Tatiana Dahmer: Há um desconhecimento generalizado. ONG é, na verdade, um termo político. Dentro do nicho das entidades sem fins lucrativos podem existir fundações, associações e associações religiosas. Uma tentativa de definição resultou nas Organizações da Sociedade Civil de Interesse Público (OSCIPs), que diferem das ONGs por permitir a remuneração de diretores. Mas toda a legislação a respeito é antiga e contraditória, enquanto há diversos projetos de leis não votados.
CC: A situação atual, de repasses milionários sem controle, é fruto do crescimento do Terceiro Setor. Como isso se deu?
TD: Todo o debate sobre Terceiro Setor vem de um viés liberal norte-americano, que parte do princípio de estado mínimo. A Abong surgiu em 1990 para construir a identidade das ONG. Na nossa concepção, ONG não é caridade, não é marketing social, não tem que fazer o papel do estado. Defendemos, por exemplo, que o Instituto Nacional do Câncer tenha condições de cuidar de crianças, sem depender da Fundação Ronald McDonalds. Para a Abong, ONGs são associações civis envolvidas na luta por direitos.
CC: O que origina o descontrole de verbas públicas?
TD: Há a questão da falta de identidade das ONGs, e há o problema concreto do mau uso. Existe muita má-fé. Este é um universo caudaloso, e por isso não se pode generalizar. Imagine que há pelo menos 9 formas de repasse de dinheiro para a sociedade, e todas podem ser burladas.
CC: Como deve ser a relação do estado com as ONGs?

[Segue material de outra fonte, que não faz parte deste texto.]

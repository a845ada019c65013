"""The data beside the scenarios are what their script writes, to the byte, and say that they are invented."""

from __future__ import annotations

import importlib.util
from pathlib import Path

DATA = Path(__file__).parents[2] / "scenarios" / "data"


def test_same_bytes(tmp_path: Path) -> None:
    spec = importlib.util.spec_from_file_location("make_data", DATA / "make_data.py")
    assert spec
    assert spec.loader
    script = importlib.util.module_from_spec(spec)
    spec.loader.exec_module(script)
    script.write_all(tmp_path)
    kept = {file.name for file in DATA.iterdir() if file.suffix in (".csv", ".txt")}
    assert kept == set(script.FILES)
    for name in kept:
        assert (DATA / name).read_bytes() == (tmp_path / name).read_bytes()
        assert "invented data" in (DATA / name).read_text(encoding="utf-8").splitlines()[0]
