/// How a kind of part looks when the family is known, or when nothing is.
#[derive(Clone, Copy, Default)]
pub(super) struct View {
    /// Its share among the parts in question.
    pub(super) prior: f64,
    /// Lowest and highest usual capacitance, farad.
    pub(super) capacitance: (f64, f64),
    /// Lowest and highest usual voltage, volt.
    pub(super) voltage: (f64, f64),
}

/// A piece of evidence and its reason.
pub(super) struct Reason {
    /// By kind.
    pub(super) on: ByKind,
    /// The reason shown; empty: none.
    pub(super) why: String,
}

macro_rules! named_evidence {
    ($($name:ident)*) => {
        /// Evidence that rules name themselves: rows of the ranking table.
        pub(super) struct NamedEvidence { $(pub(super) $name: u16,)* }

        impl NamedEvidence {
            fn find(ranking: &Ranking) -> Self {
                let row = |name| number(ranking.evidence_named(name)
                    .expect("the tests find every row named here"));
                Self { $($name: row(stringify!($name)),)* }
            }
        }
    };
}

named_evidence!(
    code3 code3_small code3_polar code4
    plain_pico_short plain_pico_3 plain_pico_4 plain_pico_5
    plain_micro_short plain_micro_3 plain_micro_4 plain_micro_5
    decimal_small_micro decimal_small_pico decimal_one_pico decimal_one_micro decimal_ten_pico decimal_ten_micro
    worn_point
    voltage_code voltage_word voltage_ac voltage_bare voltage_group voltage_letter
    safety family no_voltage no_tolerance
);

/// The tables, ready for the rules.
pub(super) struct Lexicon {
    /// Evidence, first the rows of the ranking table in their order.
    pub(super) reasons: Vec<Reason>,
    /// The rows that rules name.
    pub(super) named: NamedEvidence,
    /// Evidence that says nothing about the kind.
    pub(super) neutral: u16,
    /// The tolerances in figures and words.
    pub(super) limits: u16,
    /// The temperature and the climatic category.
    pub(super) climate_text: u16,
    /// Unit words.
    pub(super) units: ByFirst<Unit>,
    /// Letters for the decimal point.
    pub(super) points: ByFirst<Unit>,
    /// Tolerance letters, by their place in `letters`.
    pub(super) letter_index: ByFirst<u16>,
    /// Tolerance letters.
    pub(super) letters: Vec<Letter>,
    /// Words for a tolerance.
    pub(super) limit_words: ByFirst<(Tolerance, f64)>,
    /// Digit and letter of the voltage code.
    pub(super) voltage_codes: ByFirst<Volts>,
    /// Single voltage letters.
    pub(super) voltage_letters: ByFirst<Volts>,
    /// Voltage words.
    pub(super) voltage_words: ByFirst<Volts>,
    /// Letters for the decimal point of a voltage.
    pub(super) voltage_points: ByFirst<Volts>,
    /// Family words, by their place in `words`.
    pub(super) word_index: ByFirst<u16>,
    /// Family words.
    pub(super) words: Vec<Named>,
    /// Classes of interference suppression.
    pub(super) classes: ByFirst<Class>,
    /// Figures of the climatic category: lowest, highest, days.
    pub(super) climate: [Vec<Vec<u8>>; 3],
    /// Multiplier digits.
    pub(super) multipliers: Vec<Multiplier>,
    rated_volts: Vec<f64>,
    series: Vec<Option<Series>>,
    views: Vec<[View; KINDS]>,
}
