"""The command line: how the commands and their options are spelled, and what an exit status means.

Only this module imports click. What a command needs is imported when it is called, so that help and errors
come at once.
"""

from __future__ import annotations

import contextlib
import functools
import io
import itertools
import signal
import sys
import threading
import traceback
from collections.abc import Callable, Iterator, Sequence
from pathlib import Path
from typing import Any, NoReturn

import click

from transim import __version__
from transim.errors import DesignError, TransimError

__all__ = ["main"]

#: Exit status after a signal, 128 and its number.
_ENDINGS = {130: "interrupted", 143: "terminated"}
_PATH = click.Path(path_type=Path)
_Command = Callable[..., int]


class _Commands(click.Group):
    """A group that answers an unknown command with the nearest one."""

    def resolve_command(self, ctx: click.Context, args: list[str]) -> Any:
        from transim.parts.nearest import nearest_name

        if args and self.get_command(ctx, args[0]) is None and not args[0].startswith("-"):
            nearest = nearest_name(args[0], self.commands)
            raise click.UsageError(
                f"there is no command {args[0]}" + (f"; did you mean {nearest}?" if nearest else ""), ctx
            )
        return super().resolve_command(ctx, args)


@click.group(
    cls=_Commands,
    context_settings={"help_option_names": ["-h", "--help"], "max_content_width": 100},
    epilog="Exit status: 0 all limits met; 1 a limit missed; 2 bad command line, design file or netlist; 3 ngspice"
    " missing or failed; 4 a limited metric is undefined; 130, 143 interrupted, terminated.",
)
@click.version_option(__version__, message="transim %(version)s")
def _transim() -> None:
    """Switching transients of solid-state RF switches and their drivers.

    Reads a design file (TOML), runs it on ngspice, and judges switching times, video leakage and driver
    currents against the limits in it.
    """


def _common(command: _Command) -> Callable[..., int]:
    """Add the options that every command has."""

    @click.option("--json", metavar="FILE|-", help="Write a JSON document too; - prints it in place of the text.")
    @click.option("--color", type=click.Choice(["auto", "always", "never"]), default="auto", show_default=True)
    @click.option("--debug", is_flag=True, expose_value=False, help="Show the traceback of an error.")
    @functools.wraps(command)
    def wrapped(json: str | None, color: str, **arguments: Any) -> int:
        from transim.commands.console import Console

        console = Console(json, color)
        console.check()
        return command(console, **arguments)

    return wrapped


_design = click.argument("design", type=_PATH)
_force = click.option("--force", is_flag=True, help="Replace what an earlier call wrote; other files stay.")
_ngspice = click.option(
    "--ngspice", metavar="PATH", help="The ngspice to use; else that of TRANSIM_NGSPICE, else the one on PATH."
)
_drivers = click.option(
    "--driver", "drivers", metavar="NAME", multiple=True, help="Only this driver of the design; may be repeated."
)


@_transim.command("new", short_help="Write a starting design file.")
@click.argument("file")
@click.option("--path", metavar="NAME", default="series_pair", show_default=True, help="A path part.")
@click.option("--driver", metavar="NAME", default="push_pull_speedup", show_default=True, help="A driver part.")
@click.option("--force", is_flag=True, help="Replace FILE if it exists.")
@_common
def _new(console: Any, file: str, path: str, driver: str, force: bool) -> int:
    """Write a starting design FILE (- for standard output): every key, its default and its meaning."""
    from transim.commands.new import new_design

    return new_design(console, file, path, driver, force=force)


@_transim.command("check", short_help="Read a design and describe its circuit, without running.")
@_design
@_common
def _check(console: Any, design: Path) -> int:
    """Read DESIGN and say what circuit it makes, without running it."""
    from transim.commands.check import check_design

    return check_design(console, design)


@_transim.command("parts", short_help="List the part files, or describe one.")
@click.argument("name", required=False)
@click.option("--folder", type=_PATH, metavar="DIR", help="Part files of your own, beside these.")
@_common
def _parts(console: Any, name: str | None, folder: Path | None) -> int:
    """List the part files, or describe the part NAME with all its parameters."""
    from transim.commands.parts import show_parts

    return show_parts(console, name, folder)


@_transim.command("deck", short_help="Write the decks of a design.")
@_design
@click.option("--out", type=_PATH, required=True, metavar="DIR", help="Folder for the decks.")
@_drivers
@_force
@_common
def _deck(console: Any, design: Path, out: Path, drivers: Sequence[str], force: bool) -> int:
    """Write every deck of DESIGN, one folder a driver; each runs in plain ngspice by itself."""
    from transim.commands.deck import write_design_decks

    return write_design_decks(console, design, out, drivers, force=force)


@_transim.command("run", short_help="Simulate the drivers of a design and judge them.")
@_design
@click.option(
    "--analysis",
    type=click.Choice(["envelope", "carrier", "both"]),
    default="envelope",
    show_default=True,
    help="envelope: small signal, fast; carrier: the RF resolved at its real level, slow.",
)
@_drivers
@click.option("--out", type=_PATH, metavar="DIR", help="Folder for result.json, decks and waveforms.")
@click.option("--figures", type=_PATH, metavar="DIR", help="Folder for figures, PNG and SVG; may lie in --out.")
@click.option("--report", type=_PATH, metavar="FILE.html", help="A page with everything that opens offline.")
@_force
@click.option("--certify", is_flag=True, help="Repeat at finer settings; give every figure its numerical uncertainty.")
@click.option("--beside", metavar="[DRIVER=]FILE", help="A record to compare with, as measure --json wrote it.")
@click.option("--shortest", is_flag=True, help="Find the shortest usable pulse and gap too, by bisection.")
@_ngspice
@_common
def _run(console: Any, design: Path, **options: Any) -> int:
    """Simulate the drivers of DESIGN at all its carriers and temperatures, and judge them side by side."""
    from transim.commands.run import RunRequest, run_and_report

    return run_and_report(console, RunRequest(design, **options))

TD: ONG não tem que executar política pública. Se o estado tem problemas, pode usar uma ONG como modelo de política pública, e não simplesmente se eximir da responsabilidade e passá-la para a ONG. A Abong defende que os conselhos de políticas públicas funcionem. Há um debate importante sobre modelo de desenvolvimento que deve ser feito. A matriz do problema é não se discutir a distribuição de recursos públicos.
CC: O que esperar da CPI das ONGs?
TD: As denúncias têm de ser apuradas. Mas é preciso diferenciar má-fé de irregularidade por conta do excesso de burocratização e de particularidades regionais, como, por exemplo, o fato de um barqueiro na floresta não tem CNPJ. Hoje somente ONGs com ampla estrutura contábil alcançam os recursos públicos. É importante que se construa uma regulação que trate organizações de tipos e portes diferentes. E é fundamental não criminalizar as ONGs. A regulação tem de ser sobre o dinheiro público, e não sobre o direito constitucional da sociedade civil se organizar.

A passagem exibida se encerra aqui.